The old died, children grew up, the big scholar tree weathered the elements, thickening by another ring. No one knew there was a body buried at the roots of that tree. As time passed, even Yin Ping himself forgot about it, as though that terrifying interval had been only a delusion. He'd never had a brother he envied and hated; he'd never known that night when it had seemed it would never be light—
But why couldn't fate let him go in the end? Why, after so many years of calm, had renovations and investigations come to South Bend like a demon? Why had the police even come to the door looking for Yin Chao?
Why, when that person had already rotted to mud at the base of the big scholar tree, did his soul still linger?!
Yin Ping's little electric bike, nearly falling apart after the fall, hummed, each soldering point trembling at the unbearable high speed. He passed crowds crying out in fear, ran right over little stalls laid to air out by peddlers, turning a deaf ear to the screams and curses, desperately heading for that place—there was still a row of antiquated houses there, now with the words "to be torn down" written everywhere. Only the old scholar tree that had already been standing there during the Qing Dynasty was calm, looking pityingly upon the people as they came and went.
The sounds of approaching police sirens broke over the horizon. Someone called his name over a loudspeaker. But all that Yin Ping saw was that tree.

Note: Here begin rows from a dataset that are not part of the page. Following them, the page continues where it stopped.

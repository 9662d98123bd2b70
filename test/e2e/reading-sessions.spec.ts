/**
 * The reading room by keyboard alone: display check, scoring with yes-no, optional and comment
 * questions, the key map, pause, flag, going back to change an answer (a new revision), two
 * sessions, export; and the washout lock with its date.
 */
import { expect, test, type Page } from '@playwright/test';
import Database from 'better-sqlite3';
import { existsSync } from 'node:fs';
import { join } from 'node:path';
import { serve, type ServedStudy } from './host.ts';
import { addPresets, makeStudy } from './study.ts';

test.use({ locale: 'en-US', timezoneId: 'UTC' });

const SCREENS = 'test-results/screens';

const QUESTIONS = `questions:
  - id: sharpness
    text: How sharp is the rim of the disc?
    scale: {points: 5, low: Severely blurred, high: Crisp}
    labels: {1: Non-diagnostic, 3: Adequate, 5: Excellent}
    comment: true
  - id: ripple
    text: Is there a ripple artifact inside the disc?
    type: yes-no
  - id: overall
    text: Overall impression
    scale: {points: 4, low: Poor, high: Very good}
    required: false`;

function collectErrors(page: Page): string[] {
  const errors: string[] = [];
  page.on('pageerror', (e) => errors.push(e.message));
  page.on('console', (m) => { if (m.type() === 'error') errors.push(m.text()); });
  return errors;
}

test.describe('a two-session kit', () => {
  let dir: string;
  let host: ServedStudy;
  test.beforeAll(async () => {
    dir = makeStudy({ questions: QUESTIONS, design: '  sessions: 2\n  washout_days: 0\n  revisits: true' });
    addPresets(dir, 'R1', [{ name: 'Soft', center: 1500, width: 3000 }, { name: 'Narrow', center: 2400, width: 800 }]);
    host = await serve(dir);
  });
  test.afterAll(async () => { await host?.stop(); });

  test('is read by keyboard alone, with a revisit that keeps the revision history, and exported at the end', async ({ page }) => {
    const errors = collectErrors(page);
    const kb = page.keyboard;
    await page.goto(host.url);
    await expect(page.getByTestId('reader-R1')).toBeFocused();
    await kb.press('Enter');

    // Display check before the first session.
    await expect(page.getByTestId('display-check')).toBeVisible();
    await page.screenshot({ path: `${SCREENS}/display-check.png` });
    await kb.press('Enter');

    await expect(page.getByTestId('progress-text')).toHaveText('Item 1 of 4');
    await expect(page.getByTestId('session-text')).toHaveText(' · session 1 of 2');
    await expect(page.getByTestId('slice-label')).toHaveText('Slice 3 / 4');

    // The key map, from the same table as the keys.
    await kb.press('?');
    await expect(page.getByTestId('keymap')).toBeVisible();
    await expect(page.getByTestId('keymap')).toContainText('Previous / next slice (also the wheel, or drag with the left button)');
    await page.screenshot({ path: `${SCREENS}/key-map.png` });
    await kb.press('Escape');
    await expect(page.getByTestId('keymap')).toHaveCount(0);

    // Image keys: slices, zoom, window.
    await kb.press('PageDown');
    await expect(page.getByTestId('slice-label')).toHaveText('Slice 4 / 4');
    await kb.press('Home');
    await expect(page.getByTestId('slice-label')).toHaveText('Slice 1 / 4');
    await kb.press('+');
    await expect(page.getByTestId('zoom-0')).not.toHaveText('Fit');
    await kb.press('x');
    await expect(page.getByTestId('zoom-0')).toHaveText('100 %');
    await kb.press('z');
    await expect(page.getByTestId('zoom-0')).toHaveText('Fit');
    const defaultWindow = await page.getByTestId('window').textContent();
    await kb.press('a');
    await expect(page.getByTestId('window-name-0')).toHaveText('Automatic');
    await expect(page.getByTestId('window')).not.toHaveText(defaultWindow!);
    // Presets of the kit, in turn, then back to the default.
    await kb.press('w');
    await expect(page.getByTestId('window-name-0')).toHaveText('Soft');
    await expect(page.getByTestId('window')).toHaveText('W 3000 · L 1500');
    await kb.press('w');
    await expect(page.getByTestId('window-name-0')).toHaveText('Narrow');
    await kb.press('w');
    await expect(page.getByTestId('window-name-0')).toHaveText('Default');
    await kb.press('i');
    await kb.press('r');
    await expect(page.getByTestId('window')).toHaveText(defaultWindow!);
    await expect(page.getByTestId('window-name-0')).toHaveText('Default');

    // Item 1: 4 on sharpness, yes (Y) on the ripple, the optional question left empty, a comment.
    await kb.press('4');
    await kb.press('y');
    await kb.press('ArrowUp');
    await kb.press('ArrowUp');
    await expect(page.getByTestId('question-sharpness')).toHaveClass(/focused/);
    await kb.press('c');
    await expect(page.getByTestId('comment-sharpness')).toBeFocused();
    await kb.type('soft rim, 3 o\'clock');
    await kb.press('Escape');
    await page.screenshot({ path: `${SCREENS}/reading.png` });
    await kb.press('Enter');
    await expect(page.getByTestId('progress-text')).toHaveText('Item 2 of 4');

    // Item 2: Enter at once is refused beside the first required question.
    await kb.press('Enter');
    await expect(page.getByTestId('question-sharpness').getByTestId('message')).toHaveText(
      'Answer this question before moving on (1 more question still needs an answer).');
    await expect(page.getByTestId('progress-text')).toHaveText('Item 2 of 4');
    await page.screenshot({ path: `${SCREENS}/required-question.png` });

    // Pause hides the image and stops the clock.
    await kb.press('p');
    await expect(page.getByTestId('paused')).toBeVisible();
    await page.screenshot({ path: `${SCREENS}/paused.png` });
    await kb.press('p');
    await expect(page.getByTestId('paused')).toHaveCount(0);

    // Back to item 1 (revisits allowed): its saved answers are shown; change sharpness to 2.
    await kb.press('Backspace');
    await expect(page.getByTestId('progress-text')).toHaveText('Item 1 of 4');
    await expect(page.getByTestId('revisit')).toBeVisible();
    await expect(page.getByTestId('point-sharpness-4')).toHaveAttribute('aria-checked', 'true');
    await expect(page.getByTestId('comment-sharpness')).toHaveValue('soft rim, 3 o\'clock');
    await kb.press('2');
    await kb.press('Enter');
    await expect(page.getByTestId('progress-text')).toHaveText('Item 2 of 4');

    // Item 2: flag it (an unrelated artifact, with a note), then score it.
    await kb.press('!');
    await expect(page.getByTestId('flag-dialog')).toBeVisible();
    await kb.press('2');
    await page.screenshot({ path: `${SCREENS}/flag.png` });
    await kb.press('Enter');
    await expect(page.getByTestId('flagged')).toHaveText('Flagged: unrelated artifact');
    await kb.press('3');
    await kb.press('n');
    await kb.press('4');
    await kb.press('Enter');

    // Session 1 is complete; with no washout, session 2 starts at Enter.
    await expect(page.getByTestId('session-end')).toContainText('Session 1 of 2 is complete.');
    await expect(page.getByTestId('continue')).toBeFocused();
    await kb.press('Enter');
    await expect(page.getByTestId('progress-text')).toHaveText('Item 3 of 4');
    await expect(page.getByTestId('session-text')).toHaveText(' · session 2 of 2');
    // Going back never reaches into a complete session.
    await kb.press('Backspace');
    await expect(page.getByTestId('progress-text')).toHaveText('Item 3 of 4');
    // Keys pressed while an answer is being saved are dropped, never given to the next item: wait for it.
    for (const [i, keys] of [['5', 'y'], ['1', 'n', '1']].entries()) {
      await expect(page.getByTestId('progress-text')).toHaveText(`Item ${i + 3} of 4`);
      for (const k of keys) await kb.press(k);
      await kb.press('Enter');
    }
    await expect(page.getByTestId('done')).toContainText('Every item is scored.');
    await expect(page.getByTestId('export')).toBeFocused();
    await kb.press('Enter');
    await expect(page.getByTestId('exported')).toContainText('.veil-results.json');
    await page.screenshot({ path: `${SCREENS}/done.png` });
    const file = (await page.getByTestId('exported').locator('code').textContent())!;
    expect(existsSync(file)).toBe(true);
    expect(errors).toEqual([]);

    // What the reader database holds.
    const db = new Database(join(dir, 'kits', 'R1', 'answers.sqlite'), { readonly: true });
    try {
      const items = (db.prepare('SELECT item_id FROM submission ORDER BY id').all() as { item_id: string }[]).map((r) => r.item_id);
      expect(items).toHaveLength(5);
      const first = items[0];
      expect(items[1]).toBe(first); // the revisit
      const history = db.prepare("SELECT score, revision FROM answer WHERE item_id = ? AND question_id = 'sharpness' ORDER BY revision").all(first);
      expect(history).toEqual([{ score: 4, revision: 1 }, { score: 2, revision: 2 }]);
      expect(db.prepare("SELECT score FROM answer WHERE item_id = ? AND question_id = 'ripple'").all(first)).toEqual([{ score: 2 }]);
      expect(db.prepare("SELECT COUNT(*) AS n FROM answer WHERE item_id = ? AND question_id = 'overall'").get(first)).toEqual({ n: 0 });
      expect(db.prepare('SELECT question_id, text FROM comment').all()).toEqual([{ question_id: 'sharpness', text: 'soft rim, 3 o\'clock' }]);
      expect(db.prepare('SELECT flag FROM submission WHERE flag IS NOT NULL').all()).toEqual([{ flag: 'unrelated-artifact' }]);
      expect((db.prepare('SELECT session FROM session_end ORDER BY session').all() as { session: number }[]).map((r) => r.session)).toEqual([1, 2]);
      expect(db.prepare('SELECT seen FROM display_check').all()).toEqual([{ seen: 1 }]);
      const seconds = (db.prepare('SELECT seconds FROM submission').all() as { seconds: number }[]).map((r) => r.seconds);
      // Active seconds: the first item took a while (key map, zoom, comment); quick ones may round to 0.
      expect(seconds.every((s) => s >= 0 && s < 120)).toBe(true);
      expect(seconds[0]).toBeGreaterThan(0.5);
      expect(db.pragma('integrity_check', { simple: true })).toBe('ok');
    } finally {
      db.close();
    }
  });
});

test.describe('a kit with a washout between sessions', () => {
  let dir: string;
  let host: ServedStudy;
  test.beforeAll(async () => {
    dir = makeStudy({
      questions: 'questions:\n  - {id: sharpness, text: How sharp is the rim?, scale: {points: 11, low: Blurred, high: Crisp}}',
      design: '  sessions: 2\n  washout_days: 14',
    });
    host = await serve(dir);
  });
  test.afterAll(async () => { await host?.stop(); });

  test('shows the end of session 1, then locks session 2 until its date, also after a reload', async ({ page }) => {
    const errors = collectErrors(page);
    await page.goto(`${host.url}#/read/R1`);
    await expect(page.getByTestId('display-check-confirm')).toBeFocused();
    await page.keyboard.press('Enter');
    await expect(page.getByTestId('progress-text')).toHaveText('Item 1 of 4');
    // On an 11-point scale, 1 then 1 is 11, and 0 is 10.
    for (const [i, keys] of [['1', '1'], ['0']].entries()) {
      await expect(page.getByTestId('progress-text')).toHaveText(`Item ${i + 1} of 4`);
      for (const k of keys) await page.keyboard.press(k);
      await page.keyboard.press('Enter');
    }
    await expect(page.getByTestId('session-end')).toContainText('Session 1 of 2 is complete.');

    const db = new Database(join(dir, 'kits', 'R1', 'answers.sqlite'), { readonly: true });
    const { completed_at: completedAt } = db.prepare('SELECT completed_at FROM session_end WHERE session = 1').get() as { completed_at: string };
    expect(db.prepare('SELECT score FROM answer ORDER BY id').all()).toEqual([{ score: 11 }, { score: 10 }]);
    db.close();
    const opens = new Date(Date.parse(completedAt) + 14 * 86_400_000);
    const shown = opens.toLocaleString('en-US', { dateStyle: 'full', timeStyle: 'short', timeZone: 'UTC' });
    await expect(page.getByTestId('opens-at')).toHaveText(shown);
    await expect(page.getByTestId('opens-at')).toHaveAttribute('data-iso', opens.toISOString());
    await page.screenshot({ path: `${SCREENS}/session-end.png` });

    await page.keyboard.press('Enter');
    await expect(page.getByTestId('locked')).toContainText('Session 2 is not open yet.');
    await expect(page.getByTestId('opens-at')).toHaveText(shown);
    await page.screenshot({ path: `${SCREENS}/washout-lock.png` });

    await page.reload();
    await expect(page.getByTestId('locked')).toContainText(`It opens on ${shown}`);
    await expect(page.getByTestId('locked')).toContainText('Your answers so far (2 of 4) are saved.');
    expect(errors).toEqual([]);
  });
});
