/**
 * Percent agreement among many readers: exact, and within one scale point.
 *
 * For each case the share of reader pairs that agree, averaged over the cases scored by at least
 * two readers — Fleiss' (1971) P̄ and Gwet's (2008) p_a, which allow readers to be missing:
 *
 *   p_a|i = Σ_k r_ik (r*_ik − 1) / (r_i (r_i − 1)),   r*_ik = Σ_l w_kl r_il
 *   p_a   = (1 / n₂) Σ_{i : r_i ≥ 2} p_a|i
 *
 * r_ik readers put case i in category k, r_i = Σ_k r_ik, n₂ cases with r_i ≥ 2. Exact agreement
 * takes w = I; within one point takes w_kl = 1 where |x_k − x_l| ≤ 1, else 0.
 *
 * Fleiss, J. L. (1971). Psychological Bulletin, 76(5), 378–382.
 * Gwet, K. L. (2008). Computing inter-rater reliability and its variance in the presence of high
 *   agreement. British Journal of Mathematical and Statistical Psychology, 61(1), 29–48.
 *   https://doi.org/10.1348/000711006X126600
 */
import type { CategoryCounts } from './rating-matrix.ts';

export interface PairAgreement {
  /** p_a; NaN when no case has two ratings. */
  value: number;
  /** p_a|i per case (0 where r_i < 2). */
  perCase: Float64Array;
  /** Cases with at least two ratings (n₂). */
  cases: number;
}

/** Weighted pairwise agreement with q × q weights (row-major) over `cc.categories`. */
export function pairAgreement(cc: CategoryCounts, weights: ArrayLike<number>): PairAgreement {
  const q = cc.categories.length;
  const perCase = new Float64Array(cc.subjects);
  let sum = 0;
  let cases = 0;
  for (let i = 0; i < cc.subjects; i++) {
    const r = cc.rated[i];
    if (r < 2) continue;
    let s = 0;
    for (let k = 0; k < q; k++) {
      const rik = cc.counts[i * q + k];
      if (rik === 0) continue;
      let star = 0;
      for (let l = 0; l < q; l++) star += weights[k * q + l] * cc.counts[i * q + l];
      s += rik * (star - 1);
    }
    perCase[i] = s / (r * (r - 1));
    sum += perCase[i];
    cases++;
  }
  return { value: cases === 0 ? Number.NaN : sum / cases, perCase, cases };
}

/** q × q weights: 1 where categories differ by at most `distance`, else 0. */
export function withinWeights(categories: readonly number[], distance: number): Float64Array {
  const q = categories.length;
  const w = new Float64Array(q * q);
  for (let k = 0; k < q; k++) {
    for (let l = 0; l < q; l++) w[k * q + l] = Math.abs(categories[k] - categories[l]) <= distance ? 1 : 0;
  }
  return w;
}

export interface PercentAgreement {
  exact: number;
  withinOne: number;
  /** Cases with at least two ratings. */
  cases: number;
}

export function percentAgreement(cc: CategoryCounts): PercentAgreement {
  const exact = pairAgreement(cc, withinWeights(cc.categories, 0));
  const withinOne = pairAgreement(cc, withinWeights(cc.categories, 1));
  return { exact: exact.value, withinOne: withinOne.value, cases: exact.cases };
}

There was a moment where he thought that he saw a human figure at the iron railing, the back of its head bashed in, eyes gloomily and hatefully fixed on him—
Tao Ran had seen Yin Ping's back. For some reason, he was on constant alert. He floored the gas pedal, bringing all his ten years of driving experience into play, passing through the twisting little streets. The civil policeman riding a motorcycle next to him waved to him, indicating that he'd go on ahead. Just then, everything changed.
Two pickup trucks suddenly appeared, one on each side of Yin Ping!
Tao Ran didn't have time to think carefully. He swiftly turned the steering wheel, forcing his colleague on the motorcycle behind him, going on himself.
The police car drove between the two pickup trucks. A side mirror scraped against the handlebar of Yin Ping's bike. Then a sharp sound of braking sounded in the little alley. The police car floated in, nearly overturning, quickly throwing Yin Ping's little electric bike into the air. At the same time, the three cars unavoidably collided. Broken glass crashed like a storm. There was a huge sound—
------------
Author's note:
(4) For useful reference: the chao (超) in Yin Chao means "surpassing" while the ping (平) in Yin Ping means "ordinary."